Using the data below, show every line where the word "records" occurs.

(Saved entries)
# # # # # # #

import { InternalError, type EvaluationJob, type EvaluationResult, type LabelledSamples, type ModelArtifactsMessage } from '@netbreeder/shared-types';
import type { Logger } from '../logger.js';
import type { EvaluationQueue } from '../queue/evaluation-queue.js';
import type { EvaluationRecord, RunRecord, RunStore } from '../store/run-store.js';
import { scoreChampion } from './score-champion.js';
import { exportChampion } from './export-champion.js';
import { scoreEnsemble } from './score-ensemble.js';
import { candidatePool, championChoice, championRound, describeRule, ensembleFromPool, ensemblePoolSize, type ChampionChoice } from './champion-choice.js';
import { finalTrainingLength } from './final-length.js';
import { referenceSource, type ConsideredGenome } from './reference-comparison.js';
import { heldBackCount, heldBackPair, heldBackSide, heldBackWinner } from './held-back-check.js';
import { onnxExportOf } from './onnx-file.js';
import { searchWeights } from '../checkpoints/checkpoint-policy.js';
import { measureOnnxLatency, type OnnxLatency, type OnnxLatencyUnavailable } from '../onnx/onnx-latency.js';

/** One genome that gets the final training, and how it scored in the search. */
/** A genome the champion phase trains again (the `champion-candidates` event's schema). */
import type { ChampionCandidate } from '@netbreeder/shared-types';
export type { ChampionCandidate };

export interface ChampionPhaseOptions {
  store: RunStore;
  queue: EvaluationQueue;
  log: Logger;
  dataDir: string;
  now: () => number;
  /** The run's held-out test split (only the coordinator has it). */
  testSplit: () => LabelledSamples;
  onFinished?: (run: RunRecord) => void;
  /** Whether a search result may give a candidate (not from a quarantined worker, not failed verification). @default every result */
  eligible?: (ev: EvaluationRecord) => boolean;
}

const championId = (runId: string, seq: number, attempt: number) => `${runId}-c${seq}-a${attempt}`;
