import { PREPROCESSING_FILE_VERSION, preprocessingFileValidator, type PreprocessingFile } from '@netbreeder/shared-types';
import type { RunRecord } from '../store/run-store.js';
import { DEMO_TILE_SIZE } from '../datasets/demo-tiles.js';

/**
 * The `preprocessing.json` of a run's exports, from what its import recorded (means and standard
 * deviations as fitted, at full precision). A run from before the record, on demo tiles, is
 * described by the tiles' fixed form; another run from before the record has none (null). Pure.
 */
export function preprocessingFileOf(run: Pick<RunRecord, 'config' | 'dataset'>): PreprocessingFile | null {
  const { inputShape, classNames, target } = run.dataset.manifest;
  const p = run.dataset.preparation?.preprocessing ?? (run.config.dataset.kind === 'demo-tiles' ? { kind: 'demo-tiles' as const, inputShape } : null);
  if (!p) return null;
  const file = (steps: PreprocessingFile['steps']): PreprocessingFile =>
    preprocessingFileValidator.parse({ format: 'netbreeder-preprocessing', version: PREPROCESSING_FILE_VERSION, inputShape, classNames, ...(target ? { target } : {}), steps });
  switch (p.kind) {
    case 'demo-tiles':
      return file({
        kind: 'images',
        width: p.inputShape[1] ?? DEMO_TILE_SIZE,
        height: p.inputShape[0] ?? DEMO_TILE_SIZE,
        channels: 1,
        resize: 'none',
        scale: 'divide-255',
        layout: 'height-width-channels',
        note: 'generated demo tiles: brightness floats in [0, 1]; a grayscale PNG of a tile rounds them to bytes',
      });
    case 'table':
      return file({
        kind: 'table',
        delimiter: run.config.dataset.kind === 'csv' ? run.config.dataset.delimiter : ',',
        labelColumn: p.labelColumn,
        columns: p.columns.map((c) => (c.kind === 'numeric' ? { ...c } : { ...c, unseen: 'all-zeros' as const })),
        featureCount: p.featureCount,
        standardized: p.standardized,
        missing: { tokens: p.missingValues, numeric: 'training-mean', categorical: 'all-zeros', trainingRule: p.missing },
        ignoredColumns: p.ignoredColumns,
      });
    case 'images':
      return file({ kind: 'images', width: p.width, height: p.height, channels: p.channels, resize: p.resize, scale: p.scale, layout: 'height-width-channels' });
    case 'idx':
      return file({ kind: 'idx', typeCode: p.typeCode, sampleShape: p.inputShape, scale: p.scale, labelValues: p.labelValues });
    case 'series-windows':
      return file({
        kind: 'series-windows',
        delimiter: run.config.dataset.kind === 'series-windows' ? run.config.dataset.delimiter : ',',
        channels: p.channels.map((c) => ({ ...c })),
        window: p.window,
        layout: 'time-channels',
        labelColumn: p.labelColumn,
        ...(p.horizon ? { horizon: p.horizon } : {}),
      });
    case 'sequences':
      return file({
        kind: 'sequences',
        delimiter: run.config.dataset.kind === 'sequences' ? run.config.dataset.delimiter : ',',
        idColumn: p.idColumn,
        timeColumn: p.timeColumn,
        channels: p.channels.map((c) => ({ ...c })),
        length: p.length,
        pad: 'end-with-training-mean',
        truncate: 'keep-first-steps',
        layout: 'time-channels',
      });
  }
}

# # # # # # #

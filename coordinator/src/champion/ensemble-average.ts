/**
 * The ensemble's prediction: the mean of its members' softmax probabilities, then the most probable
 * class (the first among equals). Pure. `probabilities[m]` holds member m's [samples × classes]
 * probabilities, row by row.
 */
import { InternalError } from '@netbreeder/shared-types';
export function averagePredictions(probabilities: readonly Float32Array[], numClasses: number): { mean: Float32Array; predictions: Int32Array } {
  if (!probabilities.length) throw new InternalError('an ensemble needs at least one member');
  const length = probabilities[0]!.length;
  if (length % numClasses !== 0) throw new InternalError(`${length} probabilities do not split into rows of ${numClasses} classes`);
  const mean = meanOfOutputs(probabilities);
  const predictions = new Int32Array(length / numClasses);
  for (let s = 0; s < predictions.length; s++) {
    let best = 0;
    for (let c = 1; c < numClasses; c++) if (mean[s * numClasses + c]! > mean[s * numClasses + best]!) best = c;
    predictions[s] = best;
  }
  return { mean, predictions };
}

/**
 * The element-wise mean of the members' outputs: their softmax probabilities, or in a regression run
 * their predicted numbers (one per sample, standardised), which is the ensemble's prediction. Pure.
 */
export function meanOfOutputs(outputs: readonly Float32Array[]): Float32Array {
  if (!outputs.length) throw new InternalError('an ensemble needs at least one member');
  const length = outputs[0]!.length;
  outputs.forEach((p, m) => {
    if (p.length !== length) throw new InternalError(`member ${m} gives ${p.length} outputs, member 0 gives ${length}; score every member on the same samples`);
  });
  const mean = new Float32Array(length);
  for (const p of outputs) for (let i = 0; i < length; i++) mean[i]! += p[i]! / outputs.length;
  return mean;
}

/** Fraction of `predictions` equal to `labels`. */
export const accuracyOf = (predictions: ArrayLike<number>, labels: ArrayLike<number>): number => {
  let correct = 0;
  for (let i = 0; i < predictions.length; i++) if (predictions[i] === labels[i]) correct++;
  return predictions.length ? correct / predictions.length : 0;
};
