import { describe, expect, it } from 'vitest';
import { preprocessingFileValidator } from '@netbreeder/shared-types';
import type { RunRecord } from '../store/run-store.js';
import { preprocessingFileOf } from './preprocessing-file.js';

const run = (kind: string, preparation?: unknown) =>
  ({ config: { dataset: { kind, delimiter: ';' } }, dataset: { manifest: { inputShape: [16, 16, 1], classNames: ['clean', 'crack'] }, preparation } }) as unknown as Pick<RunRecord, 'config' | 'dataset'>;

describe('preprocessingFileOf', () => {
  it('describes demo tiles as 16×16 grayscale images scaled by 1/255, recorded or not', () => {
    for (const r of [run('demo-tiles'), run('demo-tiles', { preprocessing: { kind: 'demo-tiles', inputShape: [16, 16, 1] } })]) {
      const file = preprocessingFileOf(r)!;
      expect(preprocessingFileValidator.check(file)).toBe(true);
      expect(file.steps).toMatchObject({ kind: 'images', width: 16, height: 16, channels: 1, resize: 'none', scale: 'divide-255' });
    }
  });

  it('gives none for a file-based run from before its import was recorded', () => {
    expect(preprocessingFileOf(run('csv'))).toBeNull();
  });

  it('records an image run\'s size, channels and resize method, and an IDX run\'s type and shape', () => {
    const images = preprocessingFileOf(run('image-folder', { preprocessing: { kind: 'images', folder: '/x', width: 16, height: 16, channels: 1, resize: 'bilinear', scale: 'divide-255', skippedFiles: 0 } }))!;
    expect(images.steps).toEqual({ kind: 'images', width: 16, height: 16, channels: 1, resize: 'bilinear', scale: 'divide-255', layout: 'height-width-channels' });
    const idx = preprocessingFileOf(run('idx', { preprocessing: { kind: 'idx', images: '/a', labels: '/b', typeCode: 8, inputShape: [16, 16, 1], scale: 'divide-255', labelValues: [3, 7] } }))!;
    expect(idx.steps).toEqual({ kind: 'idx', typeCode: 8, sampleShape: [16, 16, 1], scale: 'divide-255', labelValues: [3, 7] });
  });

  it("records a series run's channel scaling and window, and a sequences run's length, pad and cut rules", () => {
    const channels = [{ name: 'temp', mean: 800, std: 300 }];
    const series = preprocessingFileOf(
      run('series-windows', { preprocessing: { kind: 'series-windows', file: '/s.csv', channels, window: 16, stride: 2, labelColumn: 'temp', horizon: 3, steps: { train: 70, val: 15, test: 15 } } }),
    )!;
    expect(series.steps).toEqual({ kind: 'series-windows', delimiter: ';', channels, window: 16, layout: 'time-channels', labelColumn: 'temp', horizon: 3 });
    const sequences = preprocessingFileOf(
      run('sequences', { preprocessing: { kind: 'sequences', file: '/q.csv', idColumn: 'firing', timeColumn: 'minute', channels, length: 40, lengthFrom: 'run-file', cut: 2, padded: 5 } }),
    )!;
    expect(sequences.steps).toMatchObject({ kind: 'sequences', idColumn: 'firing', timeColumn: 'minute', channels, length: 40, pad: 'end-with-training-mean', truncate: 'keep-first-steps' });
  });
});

# # # # # # #

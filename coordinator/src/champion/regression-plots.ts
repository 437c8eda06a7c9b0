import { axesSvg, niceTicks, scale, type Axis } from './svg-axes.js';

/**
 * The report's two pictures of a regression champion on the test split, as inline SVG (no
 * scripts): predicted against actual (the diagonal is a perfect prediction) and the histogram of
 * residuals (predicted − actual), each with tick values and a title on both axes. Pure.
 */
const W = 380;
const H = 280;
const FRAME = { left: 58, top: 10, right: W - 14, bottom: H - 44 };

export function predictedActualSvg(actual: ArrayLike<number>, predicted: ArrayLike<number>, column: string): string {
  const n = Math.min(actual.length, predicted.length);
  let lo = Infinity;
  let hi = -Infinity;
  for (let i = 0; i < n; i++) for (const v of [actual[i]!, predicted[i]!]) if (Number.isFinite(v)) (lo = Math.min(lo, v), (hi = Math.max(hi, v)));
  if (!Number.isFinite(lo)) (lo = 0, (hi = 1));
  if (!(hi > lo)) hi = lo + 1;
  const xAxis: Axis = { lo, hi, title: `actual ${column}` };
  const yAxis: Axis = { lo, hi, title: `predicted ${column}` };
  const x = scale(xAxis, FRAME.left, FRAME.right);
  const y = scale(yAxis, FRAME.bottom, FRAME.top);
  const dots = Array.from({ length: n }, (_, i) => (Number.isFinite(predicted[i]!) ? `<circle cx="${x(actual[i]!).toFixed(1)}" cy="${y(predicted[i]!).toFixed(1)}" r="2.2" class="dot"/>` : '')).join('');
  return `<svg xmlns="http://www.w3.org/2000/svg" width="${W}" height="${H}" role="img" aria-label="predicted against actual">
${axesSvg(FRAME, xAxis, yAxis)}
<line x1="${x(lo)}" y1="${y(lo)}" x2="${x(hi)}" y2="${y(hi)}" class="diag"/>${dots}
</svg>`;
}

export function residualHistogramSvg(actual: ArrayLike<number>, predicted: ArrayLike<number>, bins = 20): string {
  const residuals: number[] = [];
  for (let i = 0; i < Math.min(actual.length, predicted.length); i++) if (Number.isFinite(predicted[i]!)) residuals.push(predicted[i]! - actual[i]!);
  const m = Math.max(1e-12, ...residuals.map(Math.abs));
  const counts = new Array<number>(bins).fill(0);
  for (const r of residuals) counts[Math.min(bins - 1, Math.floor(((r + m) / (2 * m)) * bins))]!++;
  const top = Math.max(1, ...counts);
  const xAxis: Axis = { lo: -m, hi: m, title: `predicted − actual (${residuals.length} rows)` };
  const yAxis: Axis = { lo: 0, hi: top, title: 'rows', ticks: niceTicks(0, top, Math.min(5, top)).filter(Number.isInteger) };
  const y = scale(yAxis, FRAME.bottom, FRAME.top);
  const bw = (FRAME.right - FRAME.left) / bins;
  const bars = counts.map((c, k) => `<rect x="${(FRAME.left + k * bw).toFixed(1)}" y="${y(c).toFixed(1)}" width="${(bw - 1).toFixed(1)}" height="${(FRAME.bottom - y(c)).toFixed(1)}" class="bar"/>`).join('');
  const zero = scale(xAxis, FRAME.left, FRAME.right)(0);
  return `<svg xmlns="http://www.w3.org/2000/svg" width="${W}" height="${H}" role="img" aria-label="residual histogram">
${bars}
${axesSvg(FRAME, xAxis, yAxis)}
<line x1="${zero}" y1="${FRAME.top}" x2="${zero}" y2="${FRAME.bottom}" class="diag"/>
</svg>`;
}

# # # # # # #

• _Answer to this task_:
  it('records an image run\'s size, channels and resize method, and an IDX run\'s type and shape', () => {
  it("records a series run's channel scaling and window, and a sequences run's length, pad and cut rules", () => {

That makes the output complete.